AIM OF THE EXERCISE: If a line in the data below contains "arguments", copy it.

RECORDS FOR THE EXERCISE:
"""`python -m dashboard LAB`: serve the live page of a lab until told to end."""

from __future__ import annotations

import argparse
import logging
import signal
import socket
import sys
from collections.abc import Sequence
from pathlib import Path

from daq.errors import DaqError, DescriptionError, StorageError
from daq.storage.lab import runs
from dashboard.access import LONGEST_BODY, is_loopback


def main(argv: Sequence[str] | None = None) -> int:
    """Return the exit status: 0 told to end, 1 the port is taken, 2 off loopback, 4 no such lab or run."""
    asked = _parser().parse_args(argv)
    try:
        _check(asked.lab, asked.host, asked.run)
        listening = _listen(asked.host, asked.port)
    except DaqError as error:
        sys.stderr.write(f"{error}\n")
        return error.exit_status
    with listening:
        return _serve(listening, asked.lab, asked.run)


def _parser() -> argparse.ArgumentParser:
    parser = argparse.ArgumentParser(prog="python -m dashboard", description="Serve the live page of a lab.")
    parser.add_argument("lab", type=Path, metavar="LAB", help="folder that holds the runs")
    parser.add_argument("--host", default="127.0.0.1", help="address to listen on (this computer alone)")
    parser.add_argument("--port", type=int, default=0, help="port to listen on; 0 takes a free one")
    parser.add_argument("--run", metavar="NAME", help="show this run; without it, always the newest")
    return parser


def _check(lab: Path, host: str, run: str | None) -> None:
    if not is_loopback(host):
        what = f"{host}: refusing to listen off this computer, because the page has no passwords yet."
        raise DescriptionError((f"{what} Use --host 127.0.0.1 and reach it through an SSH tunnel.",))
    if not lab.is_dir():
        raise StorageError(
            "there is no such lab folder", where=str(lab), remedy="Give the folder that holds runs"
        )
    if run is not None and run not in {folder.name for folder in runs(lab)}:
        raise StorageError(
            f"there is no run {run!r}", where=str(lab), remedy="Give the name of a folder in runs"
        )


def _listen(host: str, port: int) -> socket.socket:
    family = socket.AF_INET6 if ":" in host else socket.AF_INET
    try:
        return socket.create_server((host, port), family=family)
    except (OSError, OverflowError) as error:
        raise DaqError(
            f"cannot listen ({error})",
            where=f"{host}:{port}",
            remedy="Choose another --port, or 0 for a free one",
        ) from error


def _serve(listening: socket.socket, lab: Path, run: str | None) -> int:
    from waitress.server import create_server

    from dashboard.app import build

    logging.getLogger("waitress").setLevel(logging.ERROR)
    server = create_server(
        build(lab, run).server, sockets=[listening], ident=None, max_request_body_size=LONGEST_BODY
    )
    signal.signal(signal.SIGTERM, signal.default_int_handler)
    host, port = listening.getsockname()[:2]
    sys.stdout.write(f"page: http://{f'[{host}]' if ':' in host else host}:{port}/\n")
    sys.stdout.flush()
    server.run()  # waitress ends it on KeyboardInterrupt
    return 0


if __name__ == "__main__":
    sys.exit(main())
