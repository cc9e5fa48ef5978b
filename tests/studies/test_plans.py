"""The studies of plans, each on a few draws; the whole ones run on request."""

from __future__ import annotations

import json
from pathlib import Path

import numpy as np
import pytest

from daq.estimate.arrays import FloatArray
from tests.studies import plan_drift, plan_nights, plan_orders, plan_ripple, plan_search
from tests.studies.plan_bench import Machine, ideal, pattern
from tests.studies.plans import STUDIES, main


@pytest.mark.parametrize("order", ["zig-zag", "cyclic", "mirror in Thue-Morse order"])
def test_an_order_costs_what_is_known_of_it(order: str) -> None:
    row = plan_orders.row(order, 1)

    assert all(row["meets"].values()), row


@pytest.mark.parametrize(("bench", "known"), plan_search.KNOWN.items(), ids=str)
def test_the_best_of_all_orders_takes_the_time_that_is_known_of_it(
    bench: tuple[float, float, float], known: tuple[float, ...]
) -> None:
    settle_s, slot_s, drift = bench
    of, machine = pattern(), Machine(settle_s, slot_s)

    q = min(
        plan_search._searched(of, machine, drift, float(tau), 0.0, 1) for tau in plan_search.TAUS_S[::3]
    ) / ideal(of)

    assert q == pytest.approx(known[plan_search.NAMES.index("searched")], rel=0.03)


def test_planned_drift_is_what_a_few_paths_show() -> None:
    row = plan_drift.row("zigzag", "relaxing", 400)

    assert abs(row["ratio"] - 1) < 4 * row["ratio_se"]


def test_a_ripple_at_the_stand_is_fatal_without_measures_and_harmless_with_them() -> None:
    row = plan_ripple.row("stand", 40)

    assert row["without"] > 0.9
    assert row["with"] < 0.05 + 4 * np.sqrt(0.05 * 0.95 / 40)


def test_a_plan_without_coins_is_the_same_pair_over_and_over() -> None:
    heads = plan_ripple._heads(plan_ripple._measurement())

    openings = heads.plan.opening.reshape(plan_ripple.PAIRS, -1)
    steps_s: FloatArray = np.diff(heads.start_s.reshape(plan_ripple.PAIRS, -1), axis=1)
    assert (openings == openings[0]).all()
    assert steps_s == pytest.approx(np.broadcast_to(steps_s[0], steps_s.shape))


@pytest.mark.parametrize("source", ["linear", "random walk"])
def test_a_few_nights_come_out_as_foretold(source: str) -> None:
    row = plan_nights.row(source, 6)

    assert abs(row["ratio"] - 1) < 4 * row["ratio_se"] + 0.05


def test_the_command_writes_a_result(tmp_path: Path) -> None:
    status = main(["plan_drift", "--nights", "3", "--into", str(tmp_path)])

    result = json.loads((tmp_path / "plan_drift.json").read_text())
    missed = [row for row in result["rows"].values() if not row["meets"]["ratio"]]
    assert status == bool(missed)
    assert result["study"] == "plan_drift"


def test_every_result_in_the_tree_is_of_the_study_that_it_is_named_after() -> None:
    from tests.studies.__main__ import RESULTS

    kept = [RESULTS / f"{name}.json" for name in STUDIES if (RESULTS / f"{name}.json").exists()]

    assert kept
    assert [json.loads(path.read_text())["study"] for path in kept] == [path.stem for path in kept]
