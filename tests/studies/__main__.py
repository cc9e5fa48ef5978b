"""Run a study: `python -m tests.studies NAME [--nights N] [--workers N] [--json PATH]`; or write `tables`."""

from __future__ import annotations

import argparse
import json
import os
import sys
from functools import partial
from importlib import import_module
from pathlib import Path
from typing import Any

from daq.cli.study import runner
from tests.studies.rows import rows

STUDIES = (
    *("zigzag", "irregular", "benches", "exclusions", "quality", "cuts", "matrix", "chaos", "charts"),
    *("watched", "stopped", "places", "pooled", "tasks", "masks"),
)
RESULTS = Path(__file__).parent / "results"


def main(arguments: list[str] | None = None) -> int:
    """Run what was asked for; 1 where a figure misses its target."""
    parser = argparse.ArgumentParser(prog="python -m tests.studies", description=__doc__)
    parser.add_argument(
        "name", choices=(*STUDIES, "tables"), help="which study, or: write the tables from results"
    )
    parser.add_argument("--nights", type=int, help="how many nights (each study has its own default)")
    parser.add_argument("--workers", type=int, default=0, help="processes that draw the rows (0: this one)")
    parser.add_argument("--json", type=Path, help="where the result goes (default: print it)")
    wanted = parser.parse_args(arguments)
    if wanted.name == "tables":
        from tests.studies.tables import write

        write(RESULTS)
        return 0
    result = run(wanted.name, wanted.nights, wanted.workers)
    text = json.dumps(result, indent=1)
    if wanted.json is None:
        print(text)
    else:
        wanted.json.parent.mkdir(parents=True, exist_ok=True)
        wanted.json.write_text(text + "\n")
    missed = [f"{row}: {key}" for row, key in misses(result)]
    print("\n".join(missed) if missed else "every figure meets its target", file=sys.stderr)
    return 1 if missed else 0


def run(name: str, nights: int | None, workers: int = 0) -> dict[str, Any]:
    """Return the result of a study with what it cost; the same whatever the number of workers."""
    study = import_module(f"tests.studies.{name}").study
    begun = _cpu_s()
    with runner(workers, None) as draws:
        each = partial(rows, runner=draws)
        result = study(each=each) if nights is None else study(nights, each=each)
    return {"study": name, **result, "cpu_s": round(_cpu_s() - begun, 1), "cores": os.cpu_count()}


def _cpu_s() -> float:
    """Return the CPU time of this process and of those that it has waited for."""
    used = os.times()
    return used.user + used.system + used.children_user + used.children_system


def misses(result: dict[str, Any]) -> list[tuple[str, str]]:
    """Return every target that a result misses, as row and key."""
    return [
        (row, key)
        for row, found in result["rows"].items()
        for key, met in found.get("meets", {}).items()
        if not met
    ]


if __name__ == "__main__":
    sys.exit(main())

EXERCISE RESULT:
def main(arguments: list[str] | None = None) -> int:
    wanted = parser.parse_args(arguments)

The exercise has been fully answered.